Write out, word for word, every line in the data below from the one containing "and rotation) against" to the one containing "mul(Rw, arm.part[i][j].c, t);", both of them included.

-------- Information --------

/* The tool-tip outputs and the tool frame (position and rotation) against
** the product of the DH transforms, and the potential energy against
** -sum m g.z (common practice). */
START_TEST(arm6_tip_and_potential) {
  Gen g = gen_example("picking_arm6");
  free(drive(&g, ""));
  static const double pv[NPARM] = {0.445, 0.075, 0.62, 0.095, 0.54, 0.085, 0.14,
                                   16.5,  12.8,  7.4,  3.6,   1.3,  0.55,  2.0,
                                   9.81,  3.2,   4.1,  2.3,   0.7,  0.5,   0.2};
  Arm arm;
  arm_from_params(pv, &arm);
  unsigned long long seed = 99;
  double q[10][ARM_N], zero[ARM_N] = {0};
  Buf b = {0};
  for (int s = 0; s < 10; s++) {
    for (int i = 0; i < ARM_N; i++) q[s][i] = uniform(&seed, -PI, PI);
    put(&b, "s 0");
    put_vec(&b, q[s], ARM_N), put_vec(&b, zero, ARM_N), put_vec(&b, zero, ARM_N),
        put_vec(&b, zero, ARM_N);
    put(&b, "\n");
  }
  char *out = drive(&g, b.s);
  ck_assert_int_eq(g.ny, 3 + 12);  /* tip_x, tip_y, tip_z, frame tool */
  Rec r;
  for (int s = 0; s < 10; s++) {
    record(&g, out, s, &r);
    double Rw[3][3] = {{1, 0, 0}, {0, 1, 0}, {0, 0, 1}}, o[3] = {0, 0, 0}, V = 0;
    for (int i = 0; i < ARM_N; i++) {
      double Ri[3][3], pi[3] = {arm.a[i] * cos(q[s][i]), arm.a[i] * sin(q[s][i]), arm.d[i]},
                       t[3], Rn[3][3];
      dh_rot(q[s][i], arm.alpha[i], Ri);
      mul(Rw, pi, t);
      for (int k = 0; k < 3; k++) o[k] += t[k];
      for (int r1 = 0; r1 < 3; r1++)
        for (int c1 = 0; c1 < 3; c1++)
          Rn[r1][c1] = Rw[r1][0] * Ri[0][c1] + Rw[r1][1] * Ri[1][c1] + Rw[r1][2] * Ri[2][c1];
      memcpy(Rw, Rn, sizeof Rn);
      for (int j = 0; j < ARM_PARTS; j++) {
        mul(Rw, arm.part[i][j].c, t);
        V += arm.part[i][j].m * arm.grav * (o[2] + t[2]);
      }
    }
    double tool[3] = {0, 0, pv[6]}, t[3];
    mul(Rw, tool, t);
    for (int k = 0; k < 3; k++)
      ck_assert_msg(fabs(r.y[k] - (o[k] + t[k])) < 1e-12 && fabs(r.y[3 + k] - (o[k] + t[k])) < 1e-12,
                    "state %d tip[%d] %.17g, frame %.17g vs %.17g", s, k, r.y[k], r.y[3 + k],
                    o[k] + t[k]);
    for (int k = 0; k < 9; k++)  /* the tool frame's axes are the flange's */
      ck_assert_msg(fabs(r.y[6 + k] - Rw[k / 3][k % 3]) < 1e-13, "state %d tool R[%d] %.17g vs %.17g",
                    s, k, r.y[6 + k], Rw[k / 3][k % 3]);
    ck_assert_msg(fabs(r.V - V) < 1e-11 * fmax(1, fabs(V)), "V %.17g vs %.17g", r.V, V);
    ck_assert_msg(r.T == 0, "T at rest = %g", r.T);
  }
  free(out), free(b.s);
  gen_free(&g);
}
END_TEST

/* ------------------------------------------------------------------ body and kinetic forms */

--------
-------- Information --------

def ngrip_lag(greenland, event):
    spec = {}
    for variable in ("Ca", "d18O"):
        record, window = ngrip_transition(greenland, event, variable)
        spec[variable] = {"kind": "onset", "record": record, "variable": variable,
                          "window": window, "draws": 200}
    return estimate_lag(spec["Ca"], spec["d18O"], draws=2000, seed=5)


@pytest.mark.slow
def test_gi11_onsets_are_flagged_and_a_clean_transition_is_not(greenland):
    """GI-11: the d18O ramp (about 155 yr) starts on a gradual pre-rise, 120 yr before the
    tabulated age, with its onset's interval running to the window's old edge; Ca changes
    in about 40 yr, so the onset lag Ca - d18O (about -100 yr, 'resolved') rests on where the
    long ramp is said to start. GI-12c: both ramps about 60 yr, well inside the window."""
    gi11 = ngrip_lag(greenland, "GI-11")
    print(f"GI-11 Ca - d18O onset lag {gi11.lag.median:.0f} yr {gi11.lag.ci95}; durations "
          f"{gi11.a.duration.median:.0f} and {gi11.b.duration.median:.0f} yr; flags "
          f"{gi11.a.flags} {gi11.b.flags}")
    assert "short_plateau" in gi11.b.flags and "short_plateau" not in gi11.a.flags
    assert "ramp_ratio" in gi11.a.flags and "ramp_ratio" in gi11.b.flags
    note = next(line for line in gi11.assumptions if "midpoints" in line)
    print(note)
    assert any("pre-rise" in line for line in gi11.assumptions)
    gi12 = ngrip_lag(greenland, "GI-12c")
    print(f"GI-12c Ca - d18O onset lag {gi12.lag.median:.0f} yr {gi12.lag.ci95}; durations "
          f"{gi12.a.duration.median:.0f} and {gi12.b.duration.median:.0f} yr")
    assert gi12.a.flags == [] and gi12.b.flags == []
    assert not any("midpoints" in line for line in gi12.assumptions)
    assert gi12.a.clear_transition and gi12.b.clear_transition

--------

Written response
/* The tool-tip outputs and the tool frame (position and rotation) against
** the product of the DH transforms, and the potential energy against
** -sum m g.z (common practice). */
START_TEST(arm6_tip_and_potential) {
  Gen g = gen_example("picking_arm6");
  free(drive(&g, ""));
  static const double pv[NPARM] = {0.445, 0.075, 0.62, 0.095, 0.54, 0.085, 0.14,
                                   16.5,  12.8,  7.4,  3.6,   1.3,  0.55,  2.0,
                                   9.81,  3.2,   4.1,  2.3,   0.7,  0.5,   0.2};
  Arm arm;
  arm_from_params(pv, &arm);
  unsigned long long seed = 99;
  double q[10][ARM_N], zero[ARM_N] = {0};
  Buf b = {0};
  for (int s = 0; s < 10; s++) {
    for (int i = 0; i < ARM_N; i++) q[s][i] = uniform(&seed, -PI, PI);
    put(&b, "s 0");
    put_vec(&b, q[s], ARM_N), put_vec(&b, zero, ARM_N), put_vec(&b, zero, ARM_N),
        put_vec(&b, zero, ARM_N);
    put(&b, "\n");
  }
  char *out = drive(&g, b.s);
  ck_assert_int_eq(g.ny, 3 + 12);  /* tip_x, tip_y, tip_z, frame tool */
  Rec r;
  for (int s = 0; s < 10; s++) {
    record(&g, out, s, &r);
    double Rw[3][3] = {{1, 0, 0}, {0, 1, 0}, {0, 0, 1}}, o[3] = {0, 0, 0}, V = 0;
    for (int i = 0; i < ARM_N; i++) {
      double Ri[3][3], pi[3] = {arm.a[i] * cos(q[s][i]), arm.a[i] * sin(q[s][i]), arm.d[i]},
                       t[3], Rn[3][3];
      dh_rot(q[s][i], arm.alpha[i], Ri);
      mul(Rw, pi, t);
      for (int k = 0; k < 3; k++) o[k] += t[k];
      for (int r1 = 0; r1 < 3; r1++)
        for (int c1 = 0; c1 < 3; c1++)
          Rn[r1][c1] = Rw[r1][0] * Ri[0][c1] + Rw[r1][1] * Ri[1][c1] + Rw[r1][2] * Ri[2][c1];
      memcpy(Rw, Rn, sizeof Rn);
      for (int j = 0; j < ARM_PARTS; j++) {
        mul(Rw, arm.part[i][j].c, t);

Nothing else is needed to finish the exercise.